# [Instructions to follow]
How many lines in the records below hold the string "NPIX"? Please answer with the number and nothing more.

-------- Records shown --------

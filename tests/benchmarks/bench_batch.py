"""Survey batch throughput: spectra per second at 1 and 2 workers on 500 generated spectra.

Baseline measured in the same run: a bare in-process loop of read_spectrum + scan_redshift with
no records, no catalogue (what the batch machinery adds on top is the ratio).  Also: scaling
efficiency of 2 local worker processes, the cost of a rerun that finds every record done, and
peak memory (resident set of the largest worker process; tracemalloc peak of one spectrum).
"""

import os
import resource
import shutil
import tempfile
import time
import tracemalloc
import warnings

from zline.physics.batch import measure_one, measure_survey, write_synthetic_spectra

N = 500
NPIX = 3000
REPEAT = 2  # best of (the machine may be shared)
SETTINGS = {"z_min": 0.0, "z_max": 3.0, "lines": "galaxy-emission", "version": 1}


def _timed(fn, *args):
    t0 = time.perf_counter()
    fn(*args)
    return time.perf_counter() - t0


def _bare_loop(paths):
    from zline.physics.scan import scan_redshift
    from zline.physics.spectra import read_spectrum

    for p in paths:
        with warnings.catch_warnings():
            warnings.simplefilter("ignore")
            scan_redshift(read_spectrum(p), lines="galaxy-emission", z_min=0.0, z_max=3.0,
                          top=3)


def main():
    with tempfile.TemporaryDirectory() as tmp:
        truth = write_synthetic_spectra(os.path.join(tmp, "s"), N, seed=2026, npix=NPIX)
        paths = sorted(truth)
        _bare_loop(paths[:5])  # imports and caches warm

        times = {"bare": [], 1: [], 2: []}
        worst = {}
        for _ in range(REPEAT):  # interleaved rounds, best of each (the machine may be shared)
            times["bare"].append(_timed(_bare_loop, paths))
            for workers in (1, 2):
                cat = os.path.join(tmp, f"cat{workers}.ecsv")
                shutil.rmtree(cat + ".parts", ignore_errors=True)  # fresh records every time
                if os.path.exists(cat):  # (a catalogue without its records is not replaced)
                    os.remove(cat)
                t0 = time.perf_counter()
                table = measure_survey(paths, cat, workers=workers)
                times[workers].append(time.perf_counter() - t0)
                worst[workers] = max(abs(r["z"] - truth[r["file"]]) for r in table)
        t_bare = min(times["bare"])
        rows = [(w, min(times[w]), worst[w]) for w in (1, 2)]
        t0 = time.perf_counter()
        measure_survey(paths, os.path.join(tmp, "cat2.ecsv"), workers=2)
        t_rerun = time.perf_counter() - t0
        shutil.rmtree(os.path.join(tmp, "cat1.ecsv.parts"))

        rss_child = resource.getrusage(resource.RUSAGE_CHILDREN).ru_maxrss / 1024  # KiB -> MiB
        rss_self = resource.getrusage(resource.RUSAGE_SELF).ru_maxrss / 1024
        tracemalloc.start()
        measure_one(paths[0], SETTINGS)
        _, peak = tracemalloc.get_traced_memory()
        tracemalloc.stop()

    ncpu = os.cpu_count()
    print(f"{N} generated spectra, {NPIX} px each, 0 <= z <= 3, galaxy-emission; {ncpu} CPUs; "
          f"best of {REPEAT}")
    print(f"{'run':<46}{'time':>9}{'spectra/s':>11}{'worst |dz|':>12}")
    print(f"{'baseline: bare loop read + scan (in-process)':<46}{t_bare:>7.1f} s"
          f"{N / t_bare:>11.1f}{'':>12}")
    for workers, dt, worst in rows:
        label = "measure_survey, 1 worker (in-process)" if workers == 1 else \
            f"measure_survey, {workers} worker processes"
        print(f"{label:<46}{dt:>7.1f} s{N / dt:>11.1f}{worst:>12.1e}")
    print(f"{'rerun, every record already done':<46}{t_rerun:>7.2f} s{N / t_rerun:>11.0f}")
    t1, t2 = rows[0][1], rows[1][1]
    print(f"ratio baseline/batch(1 worker) speed: {t_bare / t1:.2f}   "
          f"speed-up 2 workers vs 1: {t1 / t2:.2f}   scaling efficiency: {t1 / t2 / 2:.0%}")
    print(f"peak memory: largest worker process RSS {rss_child:.0f} MiB, "
          f"main process RSS {rss_self:.0f} MiB, tracemalloc peak of one spectrum "
          f"{peak / 2**20:.1f} MiB")


if __name__ == "__main__":
    main()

--------

# [Solution below]
3